As we saw in Experiment #2, it takes linear time to append a value to a `vector` when the size and capacity are the same. If we do this n times, we end up with n*n work---quadratic time!

But, you're graph should not be quadratic. It's linear (or pretty close to it)! The numbers aren't wrong; our analysis is. The important phrase is "when the size and capacity are the same". That's the situation we had in Experiment #2. While this situation occurs sometimes while appending n values, it's still very, very infrequent. It's much more common to have a capacity greater than the size, and so the `vector` has some free space for new values.

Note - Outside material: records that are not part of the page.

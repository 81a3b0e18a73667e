"""Widths of lines with the instrument's taken out."""

from __future__ import annotations

import numpy as np

SURE = 3.0  # sigmas by which a line must be broader than the instrument
A, B = 0.5346, 0.2166  # Olivero & Longbothum 1977, J. Quant. Spectrosc. Radiat. Transf. 17, 233


def intrinsic_width(fwhm, fwhm_err, instrument, instrument_err):
    """(intrinsic FWHM, one sigma), same unit and shape as ``fwhm``.

    Gaussians add in quadrature: w^2 = fwhm^2 - instrument^2, and by propagation
    sigma_w = hypot(fwhm fwhm_err, instrument instrument_err) / w. NaN where an input is, and
    where fwhm does not exceed the instrument's by SURE of the errors of both.
    """
    fwhm, instrument = np.asarray(fwhm, dtype=float), np.asarray(instrument, dtype=float)
    broader = fwhm - instrument > SURE * np.hypot(fwhm_err, instrument_err)
    square = np.where(broader, fwhm**2 - instrument**2, np.nan)
    width = np.sqrt(square)
    return width, np.hypot(fwhm * fwhm_err, instrument * instrument_err) / width


def lorentzian_width(fwhm, instrument):
    """FWHM L of a Lorentzian that a Gaussian of ``instrument`` broadens to ``fwhm``:
    fwhm = A L + sqrt(B L^2 + instrument^2) (Olivero & Longbothum 1977, to 0.02 per cent)."""
    fwhm, instrument = np.asarray(fwhm, dtype=float), np.asarray(instrument, dtype=float)
    a = A * A - B
    root = np.sqrt(np.maximum((A * fwhm) ** 2 - a * (fwhm**2 - instrument**2), 0.0))
    return (A * fwhm - root) / a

In our analysis in Experiment #2, we ended with this picture:

If we add another element to this `vector`, the `vector` goes through these steps:

1. It stores the new value at the first open position in the array (i.e., use the size as an index).
2. It increments the size of `aVector`.

That's even simpler than appending a value to a `list`!

Question #14.3.3: Starting with the picture above, append the values `2` and `3` to the `vector`. Draw two pictures, one after each append.

If you analyze things further, doubling the array when allocating a new one (see the analysis in Experiment #2) saves us in the long run. The size-equal-to-capacity case turns out to be quite rare, and our `vector` ends up using the much simpler, constant-time case much more often. This is known as amortizing the cost; a `vector` spends a good deal of time in the size-equal-to-capacity occasionally to make the more common cases run much faster.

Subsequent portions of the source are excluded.